*Your objective:* The material below contains a line with "statistics run beside" and a line with "permutation to idx". Copy exactly those two lines and all lines between them.

━━ Working data

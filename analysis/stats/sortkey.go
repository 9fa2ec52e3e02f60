package stats

// This file holds the O(n) sort that the rank methods and the quartiles
// use: a least-significant-digit radix sort of float64 values mapped to
// order-preserving unsigned keys. On 10⁶ values it is several times faster
// than a comparison sort; NewSorted (sorted.go) sorts a study's pairs with
// it once for every statistic that needs an order.

import (
	"math"
	"math/bits"
	"runtime"
	"sync"

	"bivar/internal/hugepage"
)

// floatKey maps v (not NaN) to a uint64 whose unsigned order is the numeric
// order of v: flip all bits of a negative number, set the sign bit of a
// positive one. This rests on the IEEE 754 encoding, whose bit patterns of
// non-negative values order like the values (the basis of totalOrder, IEEE
// 754-2008 §5.10). −0 is mapped like +0, so values that compare equal get
// equal keys.
func floatKey(v float64) uint64 {
	if v == 0 {
		v = 0 // −0 → +0
	}
	b := math.Float64bits(v)
	if b>>63 == 1 {
		return ^b
	}
	return b | 1<<63
}

// keyFloat inverts floatKey.
func keyFloat(k uint64) float64 {
	if k>>63 == 1 {
		return math.Float64frombits(k &^ (1 << 63))
	}
	return math.Float64frombits(^k)
}

// orderKeys fills keys (len(v)) with keys whose unsigned order is the
// numeric order of v (no NaN), equal values getting equal keys, as floatKey
// gives them; and, where every value of v is a decimal with at most
// gridMaxDecimals places (as a gauge's readings are), keys that fit in few
// bits, so that radixSort, which sorts only the digits that vary, makes two
// or three passes instead of six. It returns how to read a value back from
// its key (keyReader.at).
//
// The decimal keys: with s = 10^d, each v is read as q = round(v·s) (to
// nearest, ties to even: one instruction on most processors) and
// kept only if q/s, rounded to a double, is v again (and |v·s| < 2⁵²); the
// key is q − min q. Division by s rounded to nearest is monotone in q, so
// v < v' gives q < q' (q ≥ q' would give q/s ≥ q'/s after rounding), and q
// is a function of v, so equal values (−0 and +0 among them) get equal
// keys: the keys order v exactly as floatKey's do, and a stable sort by
// either puts the values in the same order. |q| < 2⁵² keeps the keys below
// 2⁵³ (five digits of the sort at most). One value off the grid falls back
// to floatKey; the places d are found from the first values (gridProbe).
func orderKeys(v []float64, keys []uint64) keyReader {
	for i, e := range v {
		keys[i] = math.Float64bits(e)
	}
	return orderKeysInPlace(keys)
}

// orderKeysInPlace is orderKeys of the values whose bits keys holds
// (math.Float64bits), each replaced by its key.
func orderKeysInPlace(keys []uint64) keyReader {
	if r, ok := gridOf(keys); ok {
		for i, b := range keys {
			keys[i] = uint64(int64(math.RoundToEven(math.Float64frombits(b)*r.scale)) - r.lo)
		}
		return r
	}
	for i, b := range keys {
		keys[i] = floatKey(math.Float64frombits(b))
	}
	return keyReader{}
}

// gridMaxDecimals is the most decimal places orderKeys tries, and
// gridProbe how many of the first values choose the places.
const (
	gridMaxDecimals = 9
	gridProbe       = 32
)

// keyReader reads a value back from an orderKeys key: the decimal grid's
// scale and least q, or floatKey's inverse where scale is 0.
type keyReader struct {
	scale float64
	lo    int64
	span  uint64 // the largest key (decimal keys only)
}

// at returns the value whose key is k (+0 for either zero).
func (r keyReader) at(k uint64) float64 {
	if r.scale == 0 {
		return keyFloat(k)
	}
	return float64(int64(k)+r.lo) / r.scale
}

// gridOf returns the decimal grid of the values whose bits are given, and
// false where they are not all on a grid of at most gridMaxDecimals places.
func gridOf(bits []uint64) (keyReader, bool) {
	if len(bits) == 0 {
		return keyReader{}, false
	}
	on := func(b uint64, s float64) (int64, bool) {
		e := math.Float64frombits(b)
		t := e * s
		if !(math.Abs(t) < 1<<52) {
			return 0, false
		}
		q := math.RoundToEven(t)
		return int64(q), q/s == e
	}
	probe := bits[:min(len(bits), gridProbe)]
	s := 1.0
	for d := 0; ; d++ {
		if d > gridMaxDecimals {
			return keyReader{}, false
		}
		ok := true
		for _, b := range probe {
			if _, ok = on(b, s); !ok {
				break
			}
		}
		if ok {
			break
		}
		s *= 10
	}
	lo, hi := int64(math.MaxInt64), int64(math.MinInt64)
	for _, b := range bits {
		q, ok := on(b, s)
		if !ok {
			return keyReader{}, false
		}
		lo, hi = min(lo, q), max(hi, q)
	}
	return keyReader{scale: s, lo: lo, span: uint64(hi - lo)}, true
}

// The radix sort's digits: six of 11 bits.
const (
	digitBits = 11
	buckets   = 1 << digitBits
	digits    = (64 + digitBits - 1) / digitBits
)

// radixParMin is the number of keys from which radixSort splits its passes
// over goroutines, and radixWorkers the most it uses: one for every two
// processors (radixShare), since a study's other statistics run beside
// its sorts. On two processors the split sort took about 3% more of a
// 10⁶-row study's CPU time (each worker counts its share again in every
// pass) and saved no wall time, the other processor being busy already
// (bench-pair.sh's file, medians of 11 runs: 0.68 against 0.66 s of CPU,
// 0.54 s of wall time both); at 10⁷ rows the wall time did not change
// beyond the machine's noise either (3.6–4.7 s serial, 4.3–5.4 split).
const (
	radixParMin  = 1 << 19
	radixWorkers = 4
	radixShare   = 2
)

// radixSort sorts keys ascending, applying the same permutation to idx
// when idx is not nil (len(idx) = len(keys)). It is a stable LSD radix sort
// (Knuth, TAOCP vol. 3, §5.2.5) with up to six 11-bit digits: the digits
// above the highest bit in which the keys differ are left alone (varying;
// keys from orderKeys' decimal grid leave two or three), one pass builds
// the histograms of the rest, and a digit that is the same for every key
// is skipped.
// kbuf and ibuf are scratch of the same lengths (ibuf may be nil with idx).
// The sorted data end up in keys and idx.
//
// From radixParMin keys on, each pass is split over up to radixWorkers
// goroutines: each counts its contiguous share of the keys, the shares'
// buckets are laid out worker after worker within each bucket, and each
// scatters its share to its own places, so the sort stays stable and its
// result is the serial sort's.
func radixSort(keys []uint64, idx []int32, kbuf []uint64, ibuf []int32) {
	n := len(keys)
	if n < 2 {
		return
	}
	if w := min(runtime.GOMAXPROCS(0)/radixShare, radixWorkers); n >= radixParMin && w > 1 {
		radixSortPar(keys, idx, kbuf, ibuf, w)
		return
	}
	radixSortSerial(keys, idx, kbuf, ibuf)
}

// radixSortSerial is radixSort on one goroutine (n ≥ 2).
func radixSortSerial(keys []uint64, idx []int32, kbuf []uint64, ibuf []int32) {
	n := len(keys)
	nd := varying(keys)
	var count [digits][buckets]int32
	histograms(keys, &count, nd)
	src, dst := keys, kbuf[:n]
	isrc, idst := idx, ibuf
	for d := 0; d < nd; d++ {
		c := &count[d]
		shift := uint(digitBits * d)
		if int(c[(src[0]>>shift)&(buckets-1)]) == n {
			continue // every key has this digit
		}
		var pos [buckets]int32
		var sum int32
		for b := 0; b < buckets; b++ {
			pos[b] = sum
			sum += c[b]
		}
		scatter(src, dst, isrc, idst, 0, n, shift, &pos)
		src, dst = dst, src
		if isrc != nil {
			isrc, idst = idst, isrc
		}
	}
	settle(keys, idx, src, isrc)
}

// settle leaves the sorted keys (and idx) in keys and idx: the passes
// end in src and isrc, which are either those or the scratch buffers.
func settle(keys []uint64, idx []int32, src []uint64, isrc []int32) {
	if &src[0] != &keys[0] {
		copy(keys, src)
		if idx != nil {
			copy(idx, isrc)
		}
	}
}

// histograms adds to c the histogram of each of the low nd digits of keys.
func histograms(keys []uint64, c *[digits][buckets]int32, nd int) {
	const mask = buckets - 1
	for _, k := range keys {
		for d := 0; d < nd; d++ {
			c[d][(k>>(digitBits*d))&mask]++
		}
	}
}

// varying returns how many low digits can differ between keys: those up
// to the highest bit in which some key differs from the first. The digits
// above are the same in every key and need neither a histogram nor a pass.
func varying(keys []uint64) int {
	var diff uint64
	k0 := keys[0]
	for _, k := range keys {
		diff |= k ^ k0
	}
	return (bits.Len64(diff) + digitBits - 1) / digitBits
}

// scatter moves src[lo:hi] (and isrc[lo:hi] when isrc is not nil) to dst
// (idst) at the places pos gives each key's digit at shift, in order, and
// advances pos: one stable pass of the radix sort over one share.
func scatter(src, dst []uint64, isrc, idst []int32, lo, hi int, shift uint, pos *[buckets]int32) {
	const mask = buckets - 1
	if isrc == nil {
		for _, key := range src[lo:hi] {
			b := (key >> shift) & mask
			dst[pos[b]] = key
			pos[b]++
		}
		return
	}
	for i := lo; i < hi; i++ {
		key := src[i]
		b := (key >> shift) & mask
		p := pos[b]
		dst[p] = key
		idst[p] = isrc[i]
		pos[b]++
	}
}

// sortedCopy returns the values of x sorted ascending (x holds no NaN).
func sortedCopy(x []float64) []float64 {
	keys := hugepage.Make[uint64](len(x))
	rd := orderKeys(x, keys)
	radixSort(keys, nil, hugepage.Make[uint64](len(x)), nil)
	out := hugepage.Make[float64](len(x))
	for i, k := range keys {
		out[i] = rd.at(k)
	}
	return out
}

// radixSortPar is radixSort over w goroutines (see radixSort).
func radixSortPar(keys []uint64, idx []int32, kbuf []uint64, ibuf []int32, w int) {
	const mask = buckets - 1
	n := len(keys)
	share := func(k int) (lo, hi int) { return k * n / w, (k + 1) * n / w }
	// Which digits vary (the same for any order of the keys): every
	// worker's histograms of each digit below the highest that varies
	// (varying), summed.
	nd := varying(keys)
	all := make([][digits][buckets]int32, w)
	var wg sync.WaitGroup
	for k := range w {
		wg.Go(func() {
			lo, hi := share(k)
			histograms(keys[lo:hi], &all[k], nd)
		})
	}
	wg.Wait()
	src, dst := keys, kbuf[:n]
	isrc, idst := idx, ibuf
	cnt := make([][buckets]int32, w)
	for d := 0; d < nd; d++ {
		shift := uint(digitBits * d)
		b0 := (src[0] >> shift) & mask
		var total int32
		for k := range w {
			total += all[k][d][b0]
		}
		if int(total) == n {
			continue // every key has this digit
		}
		// Each worker's histogram of this digit over its current share.
		for k := range w {
			wg.Go(func() {
				lo, hi := share(k)
				c := &cnt[k]
				*c = [buckets]int32{}
				for _, key := range src[lo:hi] {
					c[(key>>shift)&mask]++
				}
			})
		}
		wg.Wait()
		// Places: bucket by bucket, worker after worker within a bucket.
		var sum int32
		for b := 0; b < buckets; b++ {
			for k := range w {
				c := cnt[k][b]
				cnt[k][b] = sum
				sum += c
			}
		}
		for k := range w {
			wg.Go(func() {
				lo, hi := share(k)
				scatter(src, dst, isrc, idst, lo, hi, shift, &cnt[k])
			})
		}
		wg.Wait()
		src, dst = dst, src
		if isrc != nil {
			isrc, idst = idst, isrc
		}
	}
	settle(keys, idx, src, isrc)
}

━━━━

*Result of the task:*
// processors (radixShare), since a study's other statistics run beside
// its sorts. On two processors the split sort took about 3% more of a
// 10⁶-row study's CPU time (each worker counts its share again in every
// pass) and saved no wall time, the other processor being busy already
// (bench-pair.sh's file, medians of 11 runs: 0.68 against 0.66 s of CPU,
// 0.54 s of wall time both); at 10⁷ rows the wall time did not change
// beyond the machine's noise either (3.6–4.7 s serial, 4.3–5.4 split).
const (
	radixParMin  = 1 << 19
	radixWorkers = 4
	radixShare   = 2
)

// radixSort sorts keys ascending, applying the same permutation to idx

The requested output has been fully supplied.